Alex Gardner, better known by his stage name, A-L-X (born 23 July 1991, Edinburgh, Scotland) is a Scottish pop singer. He released two singles in 2010 as Alex Gardner, "I'm Not Mad" and "Feeling Fine", before changing his stage name to A-L-X and releasing his third single, "Beautiful Criminal", in 2014.

==Life and career==
===Early life and childhood===
Gardner was brought up in a musical atmosphere; his mother was a violinist with an orchestra and his older brother, Adam Gardner, is a singer and guitarist in Scottish metal band, Mind Set A Threat. He was given piano lessons from the age of five, but quit at the age of 6. He owned his first guitar when he was 10 years old. Having left The Edinburgh Academy aged 16, Gardner set out to start an early music career in London. He wrote "I'm Not Mad", at the age of 13, and altered the song through the course of four or five years, ultimately releasing it as his first single. It peaked at No. 44 in the UK Singles Chart.
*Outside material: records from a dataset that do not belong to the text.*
"""Exact sample quantiles as window-function trees that mean the same in every dialect.

No quantile aggregate is used: sqlglot renders ``exp.Quantile`` as DuckDB's QUANTILE (a
discrete quantile) but Spark's PERCENTILE (interpolated), ``exp.PercentileCont`` as a
PERCENTILE_CONT(x, q) call that Spark's grammar lacks, and WITHIN GROUP as Spark's
approximate PERCENTILE_APPROX. Instead the values of each group are numbered with
ROW_NUMBER, and the quantile at level L is interpolated between the order statistics at
the 0-based positions floor(h) and ceil(h) with h = (n − 1)·L: the "linear" rule that is
numpy's and polars' default. Order statistics are exact, so the result does not depend on
how the engine splits the work.
"""

from __future__ import annotations

import sqlglot.expressions as exp

from metricforge.compile.sqlparts import DOUBLE


def ranked(source: str, key: str, value: str, *carried: str) -> exp.Select:
    """Rows of ``source`` with ``r`` (0-based position of ``value`` in its ``key`` group,
    ascending) and ``n`` (rows in the group); ``carried`` columns are kept."""
    order = exp.Order(expressions=[exp.Ordered(this=exp.column(value))])
    position = exp.Window(this=exp.RowNumber(), partition_by=[exp.column(key)], order=order)
    size = exp.Window(this=exp.Count(this=exp.Star()), partition_by=[exp.column(key)])
    return exp.select(
        exp.column(key),
        *[exp.column(c) for c in carried],
        exp.column(value),
        exp.alias_(exp.Sub(this=position, expression=exp.Literal.number(1)), "r"),
        exp.alias_(size, "n"),
    ).from_(source)


def value_at(level: exp.Expr, *, value: str = "v", table: str | None = None) -> exp.Expr:
    """An aggregate over one group of ``ranked`` rows: the group's quantile at ``level``.

    ``level`` is an expression that is constant within the group (a literal, or a column
    joined to every row of the group).
    """
    r, n, v = (exp.column(c, table=table) for c in ("r", "n", value))
    h = exp.Mul(
        this=exp.cast(exp.Sub(this=n, expression=exp.Literal.number(1)), DOUBLE),
        expression=level,
    )

    def at(position: exp.Expr) -> exp.Expr:
        return exp.Max(this=exp.Case().when(r.copy().eq(position), v.copy()))

    low, high = at(exp.Floor(this=h.copy())), at(exp.Ceil(this=h.copy()))
    fraction = exp.Max(this=exp.Sub(this=h.copy(), expression=exp.Floor(this=h.copy())))
    return exp.Add(
        this=low,
        expression=exp.Mul(
            this=fraction, expression=exp.paren(exp.Sub(this=high, expression=low.copy()))
        ),
    )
===Shelved debut album (2010–2012)===
Gardner's debut single and lead single from the album "I'm Not Mad" was released on 29 March 2010 in the United Kingdom and Ireland. In the UK, Gardner performed the song on shows such as GMTV and This Morning. He performed an acoustic set of the song on the Scottish TV show The Hour, which was Gardner's debut television appearance in the United Kingdom. Gardner is working with UK production house Xenomania. He has also worked with the crew members of 'Casper'. Gardner is worked on an upcoming untitled debut album and travelled to the United States to produce more songs for his album. Nick Levine of Digital Spy gave the song a positive review stating writing that Gardner's voice is "rich, manly and blessed with an intriguing hint of huskiness to it." The tune was described as "a glossy-yet-gloomy electropop affair, and very much a grower not a shower."
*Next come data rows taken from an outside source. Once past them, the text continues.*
import { useMemo } from 'react';
import { useNavigate, useParams } from 'react-router-dom';
import { readLabel, labelUrl } from '#shared/domain/labels/label-payload';
import { useShell } from '@/app/layout/use-shell';
import { LabelTargetPanel } from '@/app/panels/label-target-panel';
import { Loading } from '@/components/ui/spinner';
import { useAnimalList } from '@/features/animals/api/list-animals';
import { useRound } from '@/features/rounds/api/get-round';
import { useRecordOutcome } from '@/features/rounds/api/record-outcome';
import { resolveLabel } from '@/features/scan/resolve-label';

/**
 * Where a label's URL lands when a phone's own camera app opens it: the same item, ready for
 * a tap, then back to today's round.
 */
export function LabelLinkRoute() {
  const { me, collection, chooseCollection } = useShell();
  const { tag = '', code = '' } = useParams();
  const navigate = useNavigate();
  const collectionId = collection?.collectionId ?? '';
  const keeper = !!collection && collection.role !== 'helper';
  const { local } = useRound(me.user.id, collectionId, 'today');
  const directory = useAnimalList(collectionId, keeper);
  const record = useRecordOutcome({
    userId: me.user.id,
    byName: me.user.displayName,
    collectionId,
  });
  const target = useMemo(
    () =>
      collection &&
      resolveLabel(readLabel(labelUrl(window.location.origin, tag, code)), {
        collection,
        memberships: me.memberships,
        roundItems: local.data?.round.items ?? [],
        animals: keeper ? directory.data?.animals : null,
      }),
    [collection, me.memberships, tag, code, local.data, keeper, directory.data],
  );
  if (!collection || !target || local.isPending || (keeper && directory.isPending))
    return <Loading label="Opening the label…" />;
  return (
    <div className="flex flex-col gap-3">
      <h1 className="text-3xl font-extrabold">Label {code.toUpperCase()}</h1>
      <LabelTargetPanel
        target={target}
        timeZone={collection.timeZone}
        myName={me.user.displayName}
        onRecord={(item, kind, payload) =>
          void record(item.animal, kind, payload).then(() => navigate('/today'))
        }
        onNext={() => navigate('/today')}
        onSwitchCollection={chooseCollection}
        openRecord={keeper}
        nextWord="Back to today’s round"
      />
    </div>
  );
}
Fraser McAlpine of BBC Chart Blog described the song as pleasant though unmemorable background music that is "neither so offensively irksome to my refined palate that I'm tempted to smash the speakers, or so astonishingly mind-sparklingly brilliant that my productivity shoots through the floor." He follows on to criticise the repetitive nature of the whole affair with "After the first minute or so, nothing happens. We just go round and around on the same eight bar of well-mannered, polite synthpop. Oh sure, there's a breakdown section, but it's not particularly arresting and comes across as a transparent attempt to break things up and then drum up some interest in the return of that bassline again"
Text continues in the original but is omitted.